В настоящее время также разработаны иммунофлуоресцентные
методы (ИФМ), позволяющие выявить интересующий исследователя
организм без выделения в чистую культуру. В основе любых модификаций
ИФМ используется взаимодействие антиген-антитело, которое соединено с
флуоресцирующим красителем. Специфичность реакции антиген-антитело
высока, поэтому и вероятность выявления микроорганизма в природных
образцах или накопительных культурах тоже высока. Недостатком являются
относительно долгая процедура приготовления сывороток с красителями и
существование перекрестных реакций.
Недостатков ИФМ лишен метод, основанный на взаимодействии
флоуресцентно окрашенных олигонуклеотидов с соответствующими
участками 16S рРНК целых клеток (метод FISH - Fluorescent in situ
hybridization).
При флюоресцентной гибридизации in situ используют ДНК-зонды,
которые связываются с комплементарными мишенями в образце. В состав
ДНК-зондов входят нуклеозиды, меченные флюорофорами (прямое мечение)

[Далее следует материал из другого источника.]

// Package dual holds dual numbers, a value with its derivative, so that a
// correlation written once gives its value and its exact derivative with
// respect to one input (forward-mode differentiation).
package dual

import "math"

// Num is a value V and its derivative D with respect to the chosen input.
type Num struct{ V, D float64 }

// Var returns x as the input of differentiation (derivative 1).
func Var(x float64) Num { return Num{x, 1} }

// Const returns a constant (derivative 0).
func Const(x float64) Num { return Num{x, 0} }

// Add returns a + b.
func (a Num) Add(b Num) Num { return Num{a.V + b.V, a.D + b.D} }

// Sub returns a − b.
func (a Num) Sub(b Num) Num { return Num{a.V - b.V, a.D - b.D} }

// Mul returns a·b.
func (a Num) Mul(b Num) Num { return Num{a.V * b.V, a.D*b.V + a.V*b.D} }

// Div returns a/b.
func (a Num) Div(b Num) Num { return Num{a.V / b.V, (a.D*b.V - a.V*b.D) / (b.V * b.V)} }

// AddC returns a + c for a constant c.
func (a Num) AddC(c float64) Num { return Num{a.V + c, a.D} }

// Scale returns c·a for a constant c.
func (a Num) Scale(c float64) Num { return Num{c * a.V, c * a.D} }

// Sqrt returns √a.
func (a Num) Sqrt() Num {
	s := math.Sqrt(a.V)
	return Num{s, a.D / (2 * s)}
}

// Exp10 returns 10^a.
func (a Num) Exp10() Num {
	v := math.Pow(10, a.V)
	return Num{v, v * math.Ln10 * a.D}
}

// Poly returns c[0] + c[1]·a + c[2]·a² + … by Horner's rule.
func (a Num) Poly(c ...float64) Num {
	r := Const(c[len(c)-1])
	for i := len(c) - 2; i >= 0; i-- {
		r = r.Mul(a).AddC(c[i])
	}
	return r
}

или такими конъюгатами, как биотин или дигоксигенин (непрямое мечение).
При прямом мечении связавшийся с мишенью ДНК-зонд можно наблюдать
при помощи флюоресцентного микроскопа сразу по завершении
гибридизации. В случае непрямого мечения необходима дополнительная
процедура окрашивания, в ходе которой биотин выявляют при помощи
флуоресцентно-меченного авидина или стептавидина, а дигоксигенин — при
помощи флюоресцентно-меченых антител. Интенсивность флюоресцентного
сигнала зависит от многих факторов — эффективности мечения зондом, типа
зонда и типа флюоресцентного красителя.
В настоящее время с помощью молекулярно-генетических методов
идентификация бактерий стала менее трудоемким процессом, зачастую не
требующим выделения бактерий в чистую клеточную культуру. Благодаря
этому современные квалифицированные специалисты – медики,
микробиологи,
эпидемиологи
–
теперь
способны
проводить
микробиологические исследования в считанные часы.